I''m considering taking a few months next winter to cruise the Bahamas. I''ve heard great things about Abaco but am concerned that the water temperature may be a little cool during Jan and Feb. I plan to do quite a bit of snorkeling/diving etc and don''t want to hassle with a wetsuit. Should I avoid Abaco for destinations a little further south during winter? What say y''all?


----------



## sailor2169 (Nov 5, 2001)

I would suggest the Exumas or south in the winter. North of Nassau can be cool and sometimes cold.


----------



## TSOJOURNER (Dec 16, 1999)

I went in January, February and March and never had a big problem with being cold. I snorkeled most days except when a norther'' would come through. It''s like most places , some years are warmer than others. I never wore a wet suit and we never left the Abacos.
Try to find a guide for the reefs down there so you know where you want to go. Most islands have a reef but some are better than others.

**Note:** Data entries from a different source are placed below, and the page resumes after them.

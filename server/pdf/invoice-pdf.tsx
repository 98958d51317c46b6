/** Invoice while an audit order is unpaid, receipt once paid: the lines, the payments and refunds Stripe confirmed. */
import { Document, Page, StyleSheet, Text, View, renderToBuffer } from "@react-pdf/renderer";
import { formatMoney, ORDER_STATUS_LABELS } from "../../shared/audits/vocabulary.ts";
import type { AuditOrderDetail } from "../../shared/audits/views.ts";
import { registerPdfFonts } from "./fonts.ts";
import { PageFooter } from "./page-footer.tsx";
import { base, stamp } from "./styles.ts";

const s = { ...base, ...StyleSheet.create({ wide: { width: "46%", paddingRight: 4 }, num: { width: "18%", textAlign: "right" } }) };
const PAYMENT_WORDS = { payment: "Payment received", refund: "Refund", failure: "Declined attempt" } as const;

function InvoiceDocument({ o, generatedAt }: { o: AuditOrderDetail; generatedAt: Date }) {
  const paid = o.paidCents >= o.amountCents;
  const title = paid ? "Receipt" : "Invoice";
  const money = (c: number) => formatMoney(c, o.currency);
  return (
    <Document title={`${title} ${o.reference}`} author="Cellarpact">
      <Page size="A4" style={s.page}>
        <Text style={s.brand}>Cellarpact · {title}</Text>
        <Text style={s.h1}>
          {title} for independent audit {o.reference}
        </Text>
        <Text>
          Billed to: {o.buyerName} (ordered by {o.orderedBy})
        </Text>
        <Text>
          Service: independent analysis by {o.laboratoryName} of {o.wineName} from {o.producerName}, lots {o.lotCodes.join(", ")}
        </Text>
        <Text>
          Ordered {stamp(o.createdAt)} · status: {ORDER_STATUS_LABELS[o.status]}
        </Text>
        <Text style={s.h2}>Lines</Text>
        <View style={s.head}>
          <Text style={s.wide}>Parameter</Text>
          <Text style={s.num}>Price per lot</Text>
          <Text style={s.num}>Lots</Text>
          <Text style={s.num}>Amount</Text>
        </View>
        {o.lines.map((l) => (
          <View key={l.parameter} style={s.row} wrap={false}>
            <Text style={s.wide}>{l.name}</Text>
            <Text style={s.num}>{money(l.unitCents)}</Text>
            <Text style={s.num}>{l.lots}</Text>
            <Text style={s.num}>{money(l.totalCents)}</Text>
          </View>
        ))}
        <View style={s.row}>
          <Text style={[s.wide, { fontWeight: 600 }]}>Total</Text>
          <Text style={s.num} />
          <Text style={s.num} />
          <Text style={[s.num, { fontWeight: 600 }]}>{money(o.amountCents)}</Text>
        </View>
        <Text style={s.h2}>Payments</Text>
        {o.payments.length === 0 && <Text style={s.small}>Nothing received yet. Amount due: {money(o.amountCents)}.</Text>}
        {o.payments.map((p) => (
          <View key={`${p.kind}-${p.stripeRef}`} style={s.row} wrap={false}>
            <Text style={s.wide}>
              {PAYMENT_WORDS[p.kind]} · {stamp(p.at)}
              {p.detail ? ` · ${p.detail}` : ""}
            </Text>
            <Text style={[s.num, { width: "36%" }]}>{p.stripeRef}</Text>
            <Text style={s.num}>{p.kind === "failure" ? "—" : `${p.kind === "refund" ? "-" : ""}${money(p.amountCents)}`}</Text>
          </View>
        ))}
        <View style={s.box}>
          <Text>
            Paid {money(o.paidCents)} · refunded {money(o.refundedCents)} ·{" "}
            {paid ? `balance ${money(o.paidCents - o.refundedCents)} kept` : `due ${money(o.amountCents - o.paidCents)}`}
          </Text>
          <Text style={s.small}>
            Prices are the laboratory's list prices when the order was placed. Taxes, where they apply, are shown on the laboratory's own
            invoice.
          </Text>
        </View>
        <PageFooter label={`${o.reference} · generated ${stamp(generatedAt)}`} />
      </Page>
    </Document>
  );
}

export async function renderInvoice(o: AuditOrderDetail): Promise<Buffer> {
  registerPdfFonts();
  return renderToBuffer(<InvoiceDocument o={o} generatedAt={new Date()} />);
}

The local Bahamians will tell you where to go. Have fun.


----------



## camaraderie (May 22, 2002)

Just got back from a full winter in the Abacos and there is no problem with water temperature which is in high 70''s or low 80''s all winter. There were periods with cold fronts where air temps in low 70''s and winds would make diving unappealing BUT the vast majority of days were in the low 80''s and with winds less than 15. Those who opted for the Exumas found no better weather and complained about high winds and constant re-anchoring due to few harbors with 360 degree protection. 
The Abacos were wonderful as were the people there. Had all the lobster and conch we could stand and the diving was great! 
As first timers there were many things we learned but would do it again in a heartbeat! If you do decide to go and have more questions...feel free to ask. Best...GB


----------